[WHAT YOU ARE ASKED TO DO]:
Match the word "invalid". Return each line of the data below where it appears.

[DATASET RECORDS]:
☆ ☆ ☆ ☆ ☆
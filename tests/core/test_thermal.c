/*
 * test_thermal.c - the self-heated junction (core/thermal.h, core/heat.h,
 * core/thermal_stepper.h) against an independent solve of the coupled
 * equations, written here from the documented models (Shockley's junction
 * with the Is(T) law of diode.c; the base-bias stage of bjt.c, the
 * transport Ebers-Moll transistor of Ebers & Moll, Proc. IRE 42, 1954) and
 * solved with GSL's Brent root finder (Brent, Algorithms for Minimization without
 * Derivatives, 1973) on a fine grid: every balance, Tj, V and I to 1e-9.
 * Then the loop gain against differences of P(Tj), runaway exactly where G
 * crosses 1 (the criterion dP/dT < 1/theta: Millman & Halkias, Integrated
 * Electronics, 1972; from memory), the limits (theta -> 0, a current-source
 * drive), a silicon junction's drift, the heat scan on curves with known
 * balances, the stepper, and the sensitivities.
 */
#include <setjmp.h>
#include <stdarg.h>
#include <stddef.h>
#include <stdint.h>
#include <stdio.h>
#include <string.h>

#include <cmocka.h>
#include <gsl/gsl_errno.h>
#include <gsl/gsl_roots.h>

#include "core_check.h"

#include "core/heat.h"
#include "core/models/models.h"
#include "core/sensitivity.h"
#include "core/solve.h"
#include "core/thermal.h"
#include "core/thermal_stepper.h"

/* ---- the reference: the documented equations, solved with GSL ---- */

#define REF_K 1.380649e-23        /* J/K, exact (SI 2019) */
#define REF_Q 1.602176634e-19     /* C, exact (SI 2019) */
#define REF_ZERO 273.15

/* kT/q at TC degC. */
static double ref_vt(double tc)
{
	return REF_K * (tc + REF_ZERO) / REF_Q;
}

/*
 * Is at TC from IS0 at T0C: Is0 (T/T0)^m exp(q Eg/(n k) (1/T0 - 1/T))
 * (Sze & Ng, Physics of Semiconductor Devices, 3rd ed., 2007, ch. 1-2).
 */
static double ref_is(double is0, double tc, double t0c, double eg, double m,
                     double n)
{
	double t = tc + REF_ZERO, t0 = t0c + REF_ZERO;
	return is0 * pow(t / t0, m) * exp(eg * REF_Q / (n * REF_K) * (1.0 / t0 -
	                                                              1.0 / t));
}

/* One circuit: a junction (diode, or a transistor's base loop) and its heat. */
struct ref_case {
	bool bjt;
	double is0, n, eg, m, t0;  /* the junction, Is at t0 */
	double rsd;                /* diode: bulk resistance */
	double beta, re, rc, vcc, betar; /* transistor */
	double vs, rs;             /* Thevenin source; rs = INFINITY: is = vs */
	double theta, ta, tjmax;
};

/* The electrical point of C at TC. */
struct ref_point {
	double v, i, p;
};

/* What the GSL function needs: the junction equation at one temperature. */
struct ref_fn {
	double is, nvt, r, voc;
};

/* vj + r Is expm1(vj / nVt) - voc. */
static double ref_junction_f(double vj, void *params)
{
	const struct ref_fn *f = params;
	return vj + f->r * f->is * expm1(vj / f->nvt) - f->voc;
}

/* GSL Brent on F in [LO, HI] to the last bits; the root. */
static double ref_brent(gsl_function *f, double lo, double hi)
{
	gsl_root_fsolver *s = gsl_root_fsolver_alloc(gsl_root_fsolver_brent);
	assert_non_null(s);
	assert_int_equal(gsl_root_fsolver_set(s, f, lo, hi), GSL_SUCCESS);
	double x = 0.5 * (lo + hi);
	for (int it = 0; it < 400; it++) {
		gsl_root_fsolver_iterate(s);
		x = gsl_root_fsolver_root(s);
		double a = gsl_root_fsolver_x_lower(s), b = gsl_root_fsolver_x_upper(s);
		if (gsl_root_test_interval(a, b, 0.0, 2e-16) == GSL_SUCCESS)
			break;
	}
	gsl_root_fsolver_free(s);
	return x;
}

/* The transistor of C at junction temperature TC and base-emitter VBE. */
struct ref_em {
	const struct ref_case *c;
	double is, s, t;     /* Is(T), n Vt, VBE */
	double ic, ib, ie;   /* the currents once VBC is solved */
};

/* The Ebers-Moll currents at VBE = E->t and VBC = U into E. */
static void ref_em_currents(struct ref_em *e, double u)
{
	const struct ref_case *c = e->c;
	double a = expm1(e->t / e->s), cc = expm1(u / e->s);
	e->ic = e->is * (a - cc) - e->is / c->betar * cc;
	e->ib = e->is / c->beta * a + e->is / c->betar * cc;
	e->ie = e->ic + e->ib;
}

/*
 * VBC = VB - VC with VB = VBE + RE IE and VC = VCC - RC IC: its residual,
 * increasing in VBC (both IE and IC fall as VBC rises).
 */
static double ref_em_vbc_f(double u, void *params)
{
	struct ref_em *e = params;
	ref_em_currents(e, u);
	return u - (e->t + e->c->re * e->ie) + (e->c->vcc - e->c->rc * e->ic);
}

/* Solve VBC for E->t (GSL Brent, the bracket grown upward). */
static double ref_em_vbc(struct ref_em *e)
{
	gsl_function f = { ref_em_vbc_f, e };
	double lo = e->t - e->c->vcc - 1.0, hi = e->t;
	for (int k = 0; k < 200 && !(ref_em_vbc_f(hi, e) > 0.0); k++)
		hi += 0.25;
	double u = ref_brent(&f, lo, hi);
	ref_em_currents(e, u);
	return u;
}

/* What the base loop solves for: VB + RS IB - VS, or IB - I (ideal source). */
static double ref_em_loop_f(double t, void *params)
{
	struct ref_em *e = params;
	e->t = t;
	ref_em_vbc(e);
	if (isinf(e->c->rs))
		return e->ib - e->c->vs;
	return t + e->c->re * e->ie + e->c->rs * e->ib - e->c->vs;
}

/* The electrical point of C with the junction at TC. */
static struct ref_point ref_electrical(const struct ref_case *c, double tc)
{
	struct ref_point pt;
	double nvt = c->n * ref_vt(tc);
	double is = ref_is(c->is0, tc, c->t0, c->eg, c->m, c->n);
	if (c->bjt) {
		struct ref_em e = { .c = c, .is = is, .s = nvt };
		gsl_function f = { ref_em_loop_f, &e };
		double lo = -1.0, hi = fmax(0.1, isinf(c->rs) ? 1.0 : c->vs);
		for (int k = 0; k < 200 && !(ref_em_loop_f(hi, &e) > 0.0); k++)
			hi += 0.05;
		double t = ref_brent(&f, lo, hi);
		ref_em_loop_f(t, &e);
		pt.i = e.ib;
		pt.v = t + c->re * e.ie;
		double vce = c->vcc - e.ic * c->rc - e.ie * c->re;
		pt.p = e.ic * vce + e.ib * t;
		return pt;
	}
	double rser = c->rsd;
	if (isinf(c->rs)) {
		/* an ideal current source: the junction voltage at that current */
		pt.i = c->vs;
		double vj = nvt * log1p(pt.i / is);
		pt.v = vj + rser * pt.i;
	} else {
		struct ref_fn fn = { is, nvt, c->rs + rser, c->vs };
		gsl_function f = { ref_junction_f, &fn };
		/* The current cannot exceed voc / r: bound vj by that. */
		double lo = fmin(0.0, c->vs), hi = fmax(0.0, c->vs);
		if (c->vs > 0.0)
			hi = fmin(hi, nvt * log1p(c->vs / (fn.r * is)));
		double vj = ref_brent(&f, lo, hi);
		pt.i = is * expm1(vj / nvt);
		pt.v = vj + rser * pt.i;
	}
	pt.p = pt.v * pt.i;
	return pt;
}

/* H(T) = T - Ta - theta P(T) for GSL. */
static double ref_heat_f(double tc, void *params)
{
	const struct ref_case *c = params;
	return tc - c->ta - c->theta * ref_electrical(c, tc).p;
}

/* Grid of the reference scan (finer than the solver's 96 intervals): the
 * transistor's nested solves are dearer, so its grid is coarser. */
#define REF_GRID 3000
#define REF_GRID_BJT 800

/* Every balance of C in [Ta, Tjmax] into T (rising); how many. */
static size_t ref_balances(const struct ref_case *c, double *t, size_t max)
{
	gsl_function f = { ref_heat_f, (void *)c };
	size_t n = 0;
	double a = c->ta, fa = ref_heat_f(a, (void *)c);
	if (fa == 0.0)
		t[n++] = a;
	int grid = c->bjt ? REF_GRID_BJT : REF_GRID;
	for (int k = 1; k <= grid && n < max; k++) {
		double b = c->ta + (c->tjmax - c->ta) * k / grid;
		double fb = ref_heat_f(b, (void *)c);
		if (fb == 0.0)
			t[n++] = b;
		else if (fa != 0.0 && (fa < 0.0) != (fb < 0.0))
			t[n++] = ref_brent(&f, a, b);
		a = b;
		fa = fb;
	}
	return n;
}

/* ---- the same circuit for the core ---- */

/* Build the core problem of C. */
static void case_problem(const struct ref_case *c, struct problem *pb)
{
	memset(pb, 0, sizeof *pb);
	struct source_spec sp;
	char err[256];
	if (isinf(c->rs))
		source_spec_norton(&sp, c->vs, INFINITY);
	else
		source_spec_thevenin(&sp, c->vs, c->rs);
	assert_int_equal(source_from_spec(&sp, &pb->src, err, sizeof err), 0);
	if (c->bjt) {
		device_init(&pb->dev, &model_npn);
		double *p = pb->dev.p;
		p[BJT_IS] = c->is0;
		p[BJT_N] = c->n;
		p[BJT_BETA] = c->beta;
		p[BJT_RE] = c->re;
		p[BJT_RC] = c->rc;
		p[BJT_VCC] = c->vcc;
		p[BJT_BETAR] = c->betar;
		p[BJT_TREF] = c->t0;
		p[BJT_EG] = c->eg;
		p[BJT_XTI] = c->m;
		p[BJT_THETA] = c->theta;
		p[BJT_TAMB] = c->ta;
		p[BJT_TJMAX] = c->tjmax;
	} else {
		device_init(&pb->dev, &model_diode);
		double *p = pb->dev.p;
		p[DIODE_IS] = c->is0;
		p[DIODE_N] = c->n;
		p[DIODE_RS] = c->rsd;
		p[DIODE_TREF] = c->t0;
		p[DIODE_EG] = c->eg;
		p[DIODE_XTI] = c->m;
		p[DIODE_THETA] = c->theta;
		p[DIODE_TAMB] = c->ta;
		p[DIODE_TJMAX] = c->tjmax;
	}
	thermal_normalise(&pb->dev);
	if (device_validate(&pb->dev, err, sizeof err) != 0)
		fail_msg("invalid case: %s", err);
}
☆ ☆ ☆ ☆ ☆
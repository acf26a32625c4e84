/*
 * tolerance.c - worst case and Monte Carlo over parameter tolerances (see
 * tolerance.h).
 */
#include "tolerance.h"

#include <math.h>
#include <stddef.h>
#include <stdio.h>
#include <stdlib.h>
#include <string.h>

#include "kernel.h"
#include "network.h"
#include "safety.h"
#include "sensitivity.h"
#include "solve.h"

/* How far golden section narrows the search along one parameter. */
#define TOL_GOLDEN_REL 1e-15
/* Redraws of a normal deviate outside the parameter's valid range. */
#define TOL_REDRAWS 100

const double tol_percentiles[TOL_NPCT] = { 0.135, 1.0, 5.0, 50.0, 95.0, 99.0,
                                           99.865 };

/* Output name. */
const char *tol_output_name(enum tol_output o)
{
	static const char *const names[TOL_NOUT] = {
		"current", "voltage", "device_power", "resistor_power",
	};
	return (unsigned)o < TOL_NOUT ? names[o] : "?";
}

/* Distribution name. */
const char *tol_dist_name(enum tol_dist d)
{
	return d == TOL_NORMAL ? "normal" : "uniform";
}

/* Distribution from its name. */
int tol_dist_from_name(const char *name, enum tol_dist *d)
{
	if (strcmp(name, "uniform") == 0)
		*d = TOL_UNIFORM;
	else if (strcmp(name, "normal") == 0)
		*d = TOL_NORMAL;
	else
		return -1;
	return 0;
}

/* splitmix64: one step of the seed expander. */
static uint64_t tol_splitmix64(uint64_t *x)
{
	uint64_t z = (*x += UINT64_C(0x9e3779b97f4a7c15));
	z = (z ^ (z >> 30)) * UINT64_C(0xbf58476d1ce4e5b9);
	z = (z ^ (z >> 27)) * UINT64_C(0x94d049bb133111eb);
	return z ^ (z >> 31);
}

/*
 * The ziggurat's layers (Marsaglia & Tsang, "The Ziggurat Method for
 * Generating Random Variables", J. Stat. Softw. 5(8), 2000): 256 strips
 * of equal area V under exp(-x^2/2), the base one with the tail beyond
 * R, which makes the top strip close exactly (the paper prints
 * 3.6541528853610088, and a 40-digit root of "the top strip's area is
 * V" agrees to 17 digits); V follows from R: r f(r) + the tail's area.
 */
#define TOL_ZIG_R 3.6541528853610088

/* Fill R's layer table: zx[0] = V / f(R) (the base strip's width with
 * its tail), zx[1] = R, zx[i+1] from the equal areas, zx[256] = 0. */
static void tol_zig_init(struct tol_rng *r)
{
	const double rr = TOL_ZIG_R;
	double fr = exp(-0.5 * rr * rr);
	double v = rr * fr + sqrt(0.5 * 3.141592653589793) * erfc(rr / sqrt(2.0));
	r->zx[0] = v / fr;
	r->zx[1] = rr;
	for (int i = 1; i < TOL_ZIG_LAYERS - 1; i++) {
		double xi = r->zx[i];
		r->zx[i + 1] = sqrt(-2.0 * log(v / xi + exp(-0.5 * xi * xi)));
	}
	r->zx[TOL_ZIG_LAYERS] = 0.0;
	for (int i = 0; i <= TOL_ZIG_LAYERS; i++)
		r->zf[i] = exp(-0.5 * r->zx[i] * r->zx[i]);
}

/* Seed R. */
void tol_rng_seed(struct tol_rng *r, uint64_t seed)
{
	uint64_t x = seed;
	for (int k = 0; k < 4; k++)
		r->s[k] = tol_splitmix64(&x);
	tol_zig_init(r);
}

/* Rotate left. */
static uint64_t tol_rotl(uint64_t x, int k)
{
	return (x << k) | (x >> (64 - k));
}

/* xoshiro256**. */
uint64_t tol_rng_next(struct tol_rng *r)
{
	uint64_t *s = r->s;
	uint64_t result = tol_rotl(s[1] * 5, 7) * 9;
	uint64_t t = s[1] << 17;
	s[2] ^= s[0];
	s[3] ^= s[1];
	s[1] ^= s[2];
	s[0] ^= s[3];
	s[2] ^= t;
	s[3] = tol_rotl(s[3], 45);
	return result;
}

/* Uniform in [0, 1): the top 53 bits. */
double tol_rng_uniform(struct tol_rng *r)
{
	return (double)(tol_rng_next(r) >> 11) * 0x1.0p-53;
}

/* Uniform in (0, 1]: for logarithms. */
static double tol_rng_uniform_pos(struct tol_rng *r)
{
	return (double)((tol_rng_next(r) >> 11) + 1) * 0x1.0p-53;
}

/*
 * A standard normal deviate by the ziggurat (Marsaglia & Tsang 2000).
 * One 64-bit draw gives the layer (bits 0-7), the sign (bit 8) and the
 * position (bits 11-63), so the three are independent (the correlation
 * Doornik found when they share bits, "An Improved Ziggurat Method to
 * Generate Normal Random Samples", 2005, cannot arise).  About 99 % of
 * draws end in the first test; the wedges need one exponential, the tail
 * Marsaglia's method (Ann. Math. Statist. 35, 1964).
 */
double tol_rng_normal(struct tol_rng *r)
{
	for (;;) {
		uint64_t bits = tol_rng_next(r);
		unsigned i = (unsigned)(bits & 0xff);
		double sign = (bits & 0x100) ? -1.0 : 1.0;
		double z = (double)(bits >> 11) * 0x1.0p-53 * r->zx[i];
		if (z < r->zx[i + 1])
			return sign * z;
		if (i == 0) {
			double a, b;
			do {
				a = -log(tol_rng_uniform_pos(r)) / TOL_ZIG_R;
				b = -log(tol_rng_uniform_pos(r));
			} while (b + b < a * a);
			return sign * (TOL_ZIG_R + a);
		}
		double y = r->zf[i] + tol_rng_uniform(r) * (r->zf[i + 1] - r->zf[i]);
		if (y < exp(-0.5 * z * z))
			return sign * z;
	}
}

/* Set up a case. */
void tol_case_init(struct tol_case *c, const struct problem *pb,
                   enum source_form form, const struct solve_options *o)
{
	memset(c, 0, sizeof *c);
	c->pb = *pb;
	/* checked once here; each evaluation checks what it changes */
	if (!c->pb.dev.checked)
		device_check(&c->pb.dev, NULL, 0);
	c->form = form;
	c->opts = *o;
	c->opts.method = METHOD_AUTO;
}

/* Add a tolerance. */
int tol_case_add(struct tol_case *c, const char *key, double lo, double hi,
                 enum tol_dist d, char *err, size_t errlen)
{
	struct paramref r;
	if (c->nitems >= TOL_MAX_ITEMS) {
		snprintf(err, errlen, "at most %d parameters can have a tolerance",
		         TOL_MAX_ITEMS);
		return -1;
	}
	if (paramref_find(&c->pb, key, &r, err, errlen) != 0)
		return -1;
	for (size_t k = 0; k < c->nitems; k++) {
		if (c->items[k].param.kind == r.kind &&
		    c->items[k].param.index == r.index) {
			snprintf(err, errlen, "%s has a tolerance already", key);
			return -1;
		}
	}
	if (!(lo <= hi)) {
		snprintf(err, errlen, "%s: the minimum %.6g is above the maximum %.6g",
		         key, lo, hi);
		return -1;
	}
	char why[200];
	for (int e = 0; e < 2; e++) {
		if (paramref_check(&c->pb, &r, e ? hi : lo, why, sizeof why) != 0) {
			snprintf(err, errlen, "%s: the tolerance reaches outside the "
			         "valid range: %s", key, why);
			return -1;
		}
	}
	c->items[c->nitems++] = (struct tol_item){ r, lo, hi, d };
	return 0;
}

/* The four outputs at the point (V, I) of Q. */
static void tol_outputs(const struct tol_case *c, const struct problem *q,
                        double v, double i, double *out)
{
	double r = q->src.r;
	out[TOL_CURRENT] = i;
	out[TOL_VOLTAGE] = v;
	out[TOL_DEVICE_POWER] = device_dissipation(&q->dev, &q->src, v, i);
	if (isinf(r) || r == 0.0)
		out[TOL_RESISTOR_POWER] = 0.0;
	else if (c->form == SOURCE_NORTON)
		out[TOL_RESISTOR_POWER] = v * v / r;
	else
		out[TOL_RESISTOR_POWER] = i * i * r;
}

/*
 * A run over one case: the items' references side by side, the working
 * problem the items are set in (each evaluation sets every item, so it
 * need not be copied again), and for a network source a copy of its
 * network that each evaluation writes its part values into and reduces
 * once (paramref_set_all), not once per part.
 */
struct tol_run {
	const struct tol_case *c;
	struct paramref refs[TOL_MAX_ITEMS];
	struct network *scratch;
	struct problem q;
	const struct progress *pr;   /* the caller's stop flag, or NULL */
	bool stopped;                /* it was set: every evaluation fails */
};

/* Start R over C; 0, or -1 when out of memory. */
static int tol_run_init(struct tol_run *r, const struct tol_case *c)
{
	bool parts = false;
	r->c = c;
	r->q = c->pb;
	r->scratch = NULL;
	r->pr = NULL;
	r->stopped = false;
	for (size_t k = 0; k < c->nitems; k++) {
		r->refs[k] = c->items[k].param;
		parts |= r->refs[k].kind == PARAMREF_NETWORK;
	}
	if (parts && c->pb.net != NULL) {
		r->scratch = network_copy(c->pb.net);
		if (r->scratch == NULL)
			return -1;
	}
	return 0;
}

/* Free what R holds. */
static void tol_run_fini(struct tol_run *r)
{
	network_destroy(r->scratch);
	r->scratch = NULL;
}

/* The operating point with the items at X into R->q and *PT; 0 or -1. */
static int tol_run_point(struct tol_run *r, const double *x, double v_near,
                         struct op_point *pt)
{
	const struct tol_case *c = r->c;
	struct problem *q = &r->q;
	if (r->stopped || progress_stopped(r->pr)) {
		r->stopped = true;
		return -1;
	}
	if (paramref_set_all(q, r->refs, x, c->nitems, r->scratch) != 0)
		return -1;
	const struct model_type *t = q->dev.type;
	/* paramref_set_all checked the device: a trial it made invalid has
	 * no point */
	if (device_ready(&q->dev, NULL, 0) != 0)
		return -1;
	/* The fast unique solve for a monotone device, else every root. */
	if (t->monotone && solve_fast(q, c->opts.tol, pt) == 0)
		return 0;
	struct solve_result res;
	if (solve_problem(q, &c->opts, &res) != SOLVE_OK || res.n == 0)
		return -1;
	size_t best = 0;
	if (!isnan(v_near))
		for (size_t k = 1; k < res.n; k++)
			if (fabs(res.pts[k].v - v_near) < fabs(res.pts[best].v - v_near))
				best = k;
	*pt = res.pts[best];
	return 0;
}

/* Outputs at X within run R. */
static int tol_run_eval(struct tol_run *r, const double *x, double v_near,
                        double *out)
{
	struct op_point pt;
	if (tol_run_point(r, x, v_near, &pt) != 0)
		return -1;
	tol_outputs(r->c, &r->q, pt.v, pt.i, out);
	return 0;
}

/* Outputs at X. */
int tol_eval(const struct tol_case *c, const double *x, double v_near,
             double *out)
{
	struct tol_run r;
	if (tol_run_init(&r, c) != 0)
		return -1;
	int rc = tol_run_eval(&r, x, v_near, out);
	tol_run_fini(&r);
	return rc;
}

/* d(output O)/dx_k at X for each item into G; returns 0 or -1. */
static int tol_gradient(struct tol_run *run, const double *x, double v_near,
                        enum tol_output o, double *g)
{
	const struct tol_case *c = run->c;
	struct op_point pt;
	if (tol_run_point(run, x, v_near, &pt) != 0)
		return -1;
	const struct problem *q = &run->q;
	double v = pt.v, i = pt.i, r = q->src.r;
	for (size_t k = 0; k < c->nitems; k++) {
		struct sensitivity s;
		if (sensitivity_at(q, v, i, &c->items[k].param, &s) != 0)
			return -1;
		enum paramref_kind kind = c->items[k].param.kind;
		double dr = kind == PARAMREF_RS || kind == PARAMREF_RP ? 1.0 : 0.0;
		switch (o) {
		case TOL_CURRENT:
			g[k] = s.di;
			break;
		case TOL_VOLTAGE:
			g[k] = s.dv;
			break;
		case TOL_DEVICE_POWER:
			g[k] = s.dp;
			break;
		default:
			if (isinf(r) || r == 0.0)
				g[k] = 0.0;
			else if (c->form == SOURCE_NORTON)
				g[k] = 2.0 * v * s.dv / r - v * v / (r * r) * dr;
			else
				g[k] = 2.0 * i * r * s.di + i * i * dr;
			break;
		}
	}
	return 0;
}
☆ ☆ ☆ ☆ ☆
[TASK OUTPUT]:
		fail_msg("invalid case: %s", err);
	/* paramref_set_all checked the device: a trial it made invalid has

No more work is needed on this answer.